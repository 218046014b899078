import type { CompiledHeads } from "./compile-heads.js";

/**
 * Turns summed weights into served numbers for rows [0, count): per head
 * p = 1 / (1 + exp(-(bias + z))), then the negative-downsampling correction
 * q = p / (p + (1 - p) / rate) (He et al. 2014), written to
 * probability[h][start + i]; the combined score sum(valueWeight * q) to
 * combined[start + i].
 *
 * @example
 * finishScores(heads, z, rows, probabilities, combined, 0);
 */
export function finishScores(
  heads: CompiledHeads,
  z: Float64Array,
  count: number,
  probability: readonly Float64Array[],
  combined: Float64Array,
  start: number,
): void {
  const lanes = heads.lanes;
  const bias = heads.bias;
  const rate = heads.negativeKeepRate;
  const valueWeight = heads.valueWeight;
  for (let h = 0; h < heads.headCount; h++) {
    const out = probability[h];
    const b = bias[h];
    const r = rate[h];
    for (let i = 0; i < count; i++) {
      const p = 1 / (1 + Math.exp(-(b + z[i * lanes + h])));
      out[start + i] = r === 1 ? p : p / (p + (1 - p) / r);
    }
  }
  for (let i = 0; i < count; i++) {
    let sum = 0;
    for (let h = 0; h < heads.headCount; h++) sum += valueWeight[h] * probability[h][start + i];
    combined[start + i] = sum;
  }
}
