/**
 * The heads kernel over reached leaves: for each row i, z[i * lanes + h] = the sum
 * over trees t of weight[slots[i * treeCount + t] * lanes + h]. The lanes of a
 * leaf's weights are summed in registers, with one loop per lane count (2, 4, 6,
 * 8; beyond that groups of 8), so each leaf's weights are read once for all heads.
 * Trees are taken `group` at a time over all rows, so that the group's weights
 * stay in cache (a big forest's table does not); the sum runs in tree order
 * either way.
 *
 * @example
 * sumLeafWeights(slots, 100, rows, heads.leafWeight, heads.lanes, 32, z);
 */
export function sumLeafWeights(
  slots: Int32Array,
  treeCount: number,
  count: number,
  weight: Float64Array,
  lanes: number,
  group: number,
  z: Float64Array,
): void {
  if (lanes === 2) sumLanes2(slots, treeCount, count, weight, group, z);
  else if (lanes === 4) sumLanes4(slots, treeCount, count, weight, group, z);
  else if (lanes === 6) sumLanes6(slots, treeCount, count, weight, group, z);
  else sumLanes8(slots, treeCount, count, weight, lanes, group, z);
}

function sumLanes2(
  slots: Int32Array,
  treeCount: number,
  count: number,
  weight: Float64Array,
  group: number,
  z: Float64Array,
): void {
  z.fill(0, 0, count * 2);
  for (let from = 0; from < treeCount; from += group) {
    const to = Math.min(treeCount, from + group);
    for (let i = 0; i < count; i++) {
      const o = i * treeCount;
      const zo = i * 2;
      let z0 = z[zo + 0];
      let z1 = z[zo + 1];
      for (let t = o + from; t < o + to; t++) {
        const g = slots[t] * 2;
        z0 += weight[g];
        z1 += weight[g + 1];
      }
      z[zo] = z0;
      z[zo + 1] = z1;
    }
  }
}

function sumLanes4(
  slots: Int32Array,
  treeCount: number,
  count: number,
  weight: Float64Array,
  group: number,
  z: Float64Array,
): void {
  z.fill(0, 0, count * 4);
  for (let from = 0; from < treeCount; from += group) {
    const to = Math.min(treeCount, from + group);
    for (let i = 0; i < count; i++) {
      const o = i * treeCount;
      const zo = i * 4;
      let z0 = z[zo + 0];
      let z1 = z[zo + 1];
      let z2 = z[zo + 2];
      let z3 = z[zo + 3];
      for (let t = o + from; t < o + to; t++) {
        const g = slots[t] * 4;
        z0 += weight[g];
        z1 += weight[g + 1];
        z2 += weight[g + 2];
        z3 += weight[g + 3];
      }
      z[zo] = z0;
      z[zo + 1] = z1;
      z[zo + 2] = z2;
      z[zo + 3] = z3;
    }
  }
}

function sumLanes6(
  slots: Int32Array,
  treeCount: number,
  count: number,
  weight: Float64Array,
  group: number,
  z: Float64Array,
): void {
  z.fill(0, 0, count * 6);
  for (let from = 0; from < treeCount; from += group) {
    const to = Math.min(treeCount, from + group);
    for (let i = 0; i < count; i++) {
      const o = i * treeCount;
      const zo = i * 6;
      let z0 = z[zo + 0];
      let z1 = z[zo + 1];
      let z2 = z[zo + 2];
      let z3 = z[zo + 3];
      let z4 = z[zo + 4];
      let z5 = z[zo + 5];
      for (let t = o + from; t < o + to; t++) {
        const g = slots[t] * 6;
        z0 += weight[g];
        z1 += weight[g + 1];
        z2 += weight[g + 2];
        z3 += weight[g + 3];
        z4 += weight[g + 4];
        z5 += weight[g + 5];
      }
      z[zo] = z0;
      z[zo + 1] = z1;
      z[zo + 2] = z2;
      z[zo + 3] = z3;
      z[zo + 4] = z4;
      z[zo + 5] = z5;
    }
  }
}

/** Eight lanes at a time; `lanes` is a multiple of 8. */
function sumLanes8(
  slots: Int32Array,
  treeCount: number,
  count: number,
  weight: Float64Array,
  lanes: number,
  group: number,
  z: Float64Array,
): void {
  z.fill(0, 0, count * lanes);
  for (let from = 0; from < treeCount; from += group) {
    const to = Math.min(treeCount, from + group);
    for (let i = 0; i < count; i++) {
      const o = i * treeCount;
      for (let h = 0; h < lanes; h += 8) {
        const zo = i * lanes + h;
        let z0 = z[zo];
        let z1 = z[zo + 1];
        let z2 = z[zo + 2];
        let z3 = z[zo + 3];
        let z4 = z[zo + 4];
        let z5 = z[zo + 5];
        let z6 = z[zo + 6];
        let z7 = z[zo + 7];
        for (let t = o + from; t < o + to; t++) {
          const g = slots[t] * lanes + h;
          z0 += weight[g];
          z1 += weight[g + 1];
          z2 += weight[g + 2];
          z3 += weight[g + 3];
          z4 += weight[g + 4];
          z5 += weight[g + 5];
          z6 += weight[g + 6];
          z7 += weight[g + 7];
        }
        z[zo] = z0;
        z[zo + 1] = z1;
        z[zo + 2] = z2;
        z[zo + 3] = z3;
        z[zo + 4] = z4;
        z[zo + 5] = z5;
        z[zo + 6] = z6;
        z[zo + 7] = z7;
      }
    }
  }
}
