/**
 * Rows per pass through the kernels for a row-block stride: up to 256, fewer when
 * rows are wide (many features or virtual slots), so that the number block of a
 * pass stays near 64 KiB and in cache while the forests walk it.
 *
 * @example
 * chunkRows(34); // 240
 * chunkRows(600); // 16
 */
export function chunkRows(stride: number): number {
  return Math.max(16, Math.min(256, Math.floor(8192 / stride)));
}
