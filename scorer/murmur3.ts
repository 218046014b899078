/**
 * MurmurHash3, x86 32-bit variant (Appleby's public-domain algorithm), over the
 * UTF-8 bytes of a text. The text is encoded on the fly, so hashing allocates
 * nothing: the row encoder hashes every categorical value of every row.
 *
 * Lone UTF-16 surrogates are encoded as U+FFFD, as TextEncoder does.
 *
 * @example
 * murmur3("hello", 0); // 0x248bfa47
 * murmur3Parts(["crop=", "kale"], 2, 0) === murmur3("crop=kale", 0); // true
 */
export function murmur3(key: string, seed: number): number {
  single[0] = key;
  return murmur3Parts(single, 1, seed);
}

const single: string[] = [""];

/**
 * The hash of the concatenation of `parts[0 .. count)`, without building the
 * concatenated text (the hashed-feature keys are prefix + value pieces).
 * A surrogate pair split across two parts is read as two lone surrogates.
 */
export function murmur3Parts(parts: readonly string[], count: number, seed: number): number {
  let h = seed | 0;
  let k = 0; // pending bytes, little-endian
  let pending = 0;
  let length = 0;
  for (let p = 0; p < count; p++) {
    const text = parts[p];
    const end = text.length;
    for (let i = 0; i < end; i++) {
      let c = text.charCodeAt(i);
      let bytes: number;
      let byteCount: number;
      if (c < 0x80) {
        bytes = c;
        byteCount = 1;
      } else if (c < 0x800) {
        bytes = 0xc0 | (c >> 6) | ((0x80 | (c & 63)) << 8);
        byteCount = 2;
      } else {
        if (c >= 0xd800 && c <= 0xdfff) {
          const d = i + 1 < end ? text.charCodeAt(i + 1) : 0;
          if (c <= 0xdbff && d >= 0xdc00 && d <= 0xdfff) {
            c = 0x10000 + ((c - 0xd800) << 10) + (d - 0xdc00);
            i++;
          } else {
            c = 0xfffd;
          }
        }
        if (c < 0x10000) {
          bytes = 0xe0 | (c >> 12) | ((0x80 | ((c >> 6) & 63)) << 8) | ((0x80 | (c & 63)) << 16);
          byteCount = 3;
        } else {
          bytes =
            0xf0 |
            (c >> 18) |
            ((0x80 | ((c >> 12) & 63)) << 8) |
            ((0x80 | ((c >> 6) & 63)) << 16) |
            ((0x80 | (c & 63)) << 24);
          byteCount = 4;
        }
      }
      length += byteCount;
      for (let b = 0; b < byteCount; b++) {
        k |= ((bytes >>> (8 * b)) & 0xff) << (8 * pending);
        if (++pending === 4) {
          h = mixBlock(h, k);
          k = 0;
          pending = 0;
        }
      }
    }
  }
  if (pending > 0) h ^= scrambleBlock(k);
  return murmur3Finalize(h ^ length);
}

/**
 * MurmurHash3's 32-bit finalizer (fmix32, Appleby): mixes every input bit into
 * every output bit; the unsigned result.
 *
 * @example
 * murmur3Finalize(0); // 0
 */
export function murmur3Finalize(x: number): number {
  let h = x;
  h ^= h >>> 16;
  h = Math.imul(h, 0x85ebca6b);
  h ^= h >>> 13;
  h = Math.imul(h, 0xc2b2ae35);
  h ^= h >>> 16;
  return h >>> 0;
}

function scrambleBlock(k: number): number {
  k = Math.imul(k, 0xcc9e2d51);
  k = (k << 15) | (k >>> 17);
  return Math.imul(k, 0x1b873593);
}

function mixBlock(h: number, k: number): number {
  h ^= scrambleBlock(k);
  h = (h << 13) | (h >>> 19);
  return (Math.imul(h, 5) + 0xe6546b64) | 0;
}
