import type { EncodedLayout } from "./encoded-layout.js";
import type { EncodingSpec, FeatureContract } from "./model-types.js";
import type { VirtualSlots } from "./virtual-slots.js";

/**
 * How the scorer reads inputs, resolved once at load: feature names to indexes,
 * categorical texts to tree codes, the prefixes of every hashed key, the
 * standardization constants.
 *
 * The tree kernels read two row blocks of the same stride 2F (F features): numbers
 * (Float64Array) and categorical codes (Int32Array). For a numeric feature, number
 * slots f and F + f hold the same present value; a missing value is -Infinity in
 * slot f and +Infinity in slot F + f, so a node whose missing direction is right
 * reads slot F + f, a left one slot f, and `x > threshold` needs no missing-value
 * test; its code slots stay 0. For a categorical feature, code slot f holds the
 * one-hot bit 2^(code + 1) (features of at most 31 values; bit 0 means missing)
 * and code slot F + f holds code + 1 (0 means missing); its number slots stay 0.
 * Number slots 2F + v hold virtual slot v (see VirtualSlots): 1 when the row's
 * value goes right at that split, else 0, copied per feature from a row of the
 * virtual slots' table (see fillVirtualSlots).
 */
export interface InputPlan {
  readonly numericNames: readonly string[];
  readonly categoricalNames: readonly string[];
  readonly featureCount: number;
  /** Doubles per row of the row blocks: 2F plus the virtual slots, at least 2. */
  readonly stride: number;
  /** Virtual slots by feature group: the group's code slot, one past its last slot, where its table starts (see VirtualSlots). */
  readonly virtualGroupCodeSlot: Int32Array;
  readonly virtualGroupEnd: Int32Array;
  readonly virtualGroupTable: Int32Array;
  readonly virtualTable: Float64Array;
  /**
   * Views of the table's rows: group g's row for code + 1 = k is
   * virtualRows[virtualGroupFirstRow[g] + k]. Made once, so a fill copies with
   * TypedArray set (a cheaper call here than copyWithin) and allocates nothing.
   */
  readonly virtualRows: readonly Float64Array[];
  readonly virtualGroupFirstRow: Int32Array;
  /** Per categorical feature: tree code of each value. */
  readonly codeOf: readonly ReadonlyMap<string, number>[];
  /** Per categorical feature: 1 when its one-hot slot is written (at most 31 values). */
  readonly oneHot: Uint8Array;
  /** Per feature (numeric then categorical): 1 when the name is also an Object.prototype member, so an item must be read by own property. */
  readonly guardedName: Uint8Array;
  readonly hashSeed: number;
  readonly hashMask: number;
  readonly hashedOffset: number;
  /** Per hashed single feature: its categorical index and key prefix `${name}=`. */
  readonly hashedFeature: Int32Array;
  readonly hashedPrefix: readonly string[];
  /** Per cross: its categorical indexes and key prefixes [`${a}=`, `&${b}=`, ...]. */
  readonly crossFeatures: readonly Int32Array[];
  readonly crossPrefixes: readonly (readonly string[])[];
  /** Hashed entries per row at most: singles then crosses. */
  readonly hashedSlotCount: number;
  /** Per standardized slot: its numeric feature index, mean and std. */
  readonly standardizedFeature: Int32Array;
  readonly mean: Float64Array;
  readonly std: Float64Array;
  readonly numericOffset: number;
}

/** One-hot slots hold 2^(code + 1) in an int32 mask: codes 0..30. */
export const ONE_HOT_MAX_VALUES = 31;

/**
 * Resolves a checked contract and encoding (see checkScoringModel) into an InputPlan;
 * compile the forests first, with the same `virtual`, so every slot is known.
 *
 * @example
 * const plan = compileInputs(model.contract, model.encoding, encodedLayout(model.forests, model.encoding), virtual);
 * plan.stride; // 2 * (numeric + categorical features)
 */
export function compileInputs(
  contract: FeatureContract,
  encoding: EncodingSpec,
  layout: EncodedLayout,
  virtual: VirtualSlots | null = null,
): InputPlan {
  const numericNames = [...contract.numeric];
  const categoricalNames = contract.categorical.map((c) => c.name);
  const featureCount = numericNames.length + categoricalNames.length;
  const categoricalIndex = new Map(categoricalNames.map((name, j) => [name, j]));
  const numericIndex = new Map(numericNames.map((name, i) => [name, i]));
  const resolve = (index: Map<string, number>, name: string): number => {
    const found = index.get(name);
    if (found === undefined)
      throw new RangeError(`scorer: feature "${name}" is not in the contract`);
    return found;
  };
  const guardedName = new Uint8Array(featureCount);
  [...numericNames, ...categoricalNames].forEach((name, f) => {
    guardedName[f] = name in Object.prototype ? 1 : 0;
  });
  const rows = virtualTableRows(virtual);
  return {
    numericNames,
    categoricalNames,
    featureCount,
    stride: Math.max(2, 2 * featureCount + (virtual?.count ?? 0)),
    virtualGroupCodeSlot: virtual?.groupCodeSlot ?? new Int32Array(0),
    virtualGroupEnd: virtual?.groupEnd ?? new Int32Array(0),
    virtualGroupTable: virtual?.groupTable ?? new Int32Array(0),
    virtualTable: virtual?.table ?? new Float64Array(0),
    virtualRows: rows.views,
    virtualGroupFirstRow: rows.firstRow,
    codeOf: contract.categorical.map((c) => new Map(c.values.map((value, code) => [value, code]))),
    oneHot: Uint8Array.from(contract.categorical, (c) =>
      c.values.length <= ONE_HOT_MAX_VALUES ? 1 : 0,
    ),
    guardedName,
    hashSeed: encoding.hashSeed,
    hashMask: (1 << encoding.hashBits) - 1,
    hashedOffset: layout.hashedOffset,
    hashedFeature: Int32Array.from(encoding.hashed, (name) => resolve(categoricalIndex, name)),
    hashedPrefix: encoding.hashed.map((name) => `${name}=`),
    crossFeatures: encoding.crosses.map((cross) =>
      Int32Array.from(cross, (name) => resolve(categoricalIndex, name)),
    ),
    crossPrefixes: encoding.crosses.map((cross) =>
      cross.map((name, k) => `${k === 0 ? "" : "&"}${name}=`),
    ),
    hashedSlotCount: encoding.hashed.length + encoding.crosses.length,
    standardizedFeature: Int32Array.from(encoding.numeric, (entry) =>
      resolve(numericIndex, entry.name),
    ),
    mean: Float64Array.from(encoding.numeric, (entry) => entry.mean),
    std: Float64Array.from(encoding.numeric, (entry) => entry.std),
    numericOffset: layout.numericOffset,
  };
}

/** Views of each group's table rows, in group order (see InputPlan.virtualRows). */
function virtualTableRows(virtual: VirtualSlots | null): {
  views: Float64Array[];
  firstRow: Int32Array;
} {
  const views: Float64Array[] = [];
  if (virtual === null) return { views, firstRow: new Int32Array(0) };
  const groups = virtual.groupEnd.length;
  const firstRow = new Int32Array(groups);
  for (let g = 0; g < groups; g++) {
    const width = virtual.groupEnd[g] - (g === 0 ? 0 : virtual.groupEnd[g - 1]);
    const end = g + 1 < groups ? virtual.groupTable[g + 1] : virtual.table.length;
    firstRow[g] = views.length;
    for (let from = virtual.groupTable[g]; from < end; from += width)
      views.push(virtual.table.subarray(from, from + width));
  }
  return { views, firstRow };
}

» **Task directions**:
Scan the records above for the lines holding "h = (h << 13) | (h >>> 19);" and "needs no missing-value". Transcribe those two and every line between them word for word, and no others.

» **Task result**:
  h = (h << 13) | (h >>> 19);
  return (Math.imul(h, 5) + 0xe6546b64) | 0;
}
import type { EncodedLayout } from "./encoded-layout.js";
import type { EncodingSpec, FeatureContract } from "./model-types.js";
import type { VirtualSlots } from "./virtual-slots.js";

/**
 * How the scorer reads inputs, resolved once at load: feature names to indexes,
 * categorical texts to tree codes, the prefixes of every hashed key, the
 * standardization constants.
 *
 * The tree kernels read two row blocks of the same stride 2F (F features): numbers
 * (Float64Array) and categorical codes (Int32Array). For a numeric feature, number
 * slots f and F + f hold the same present value; a missing value is -Infinity in
 * slot f and +Infinity in slot F + f, so a node whose missing direction is right
 * reads slot F + f, a left one slot f, and `x > threshold` needs no missing-value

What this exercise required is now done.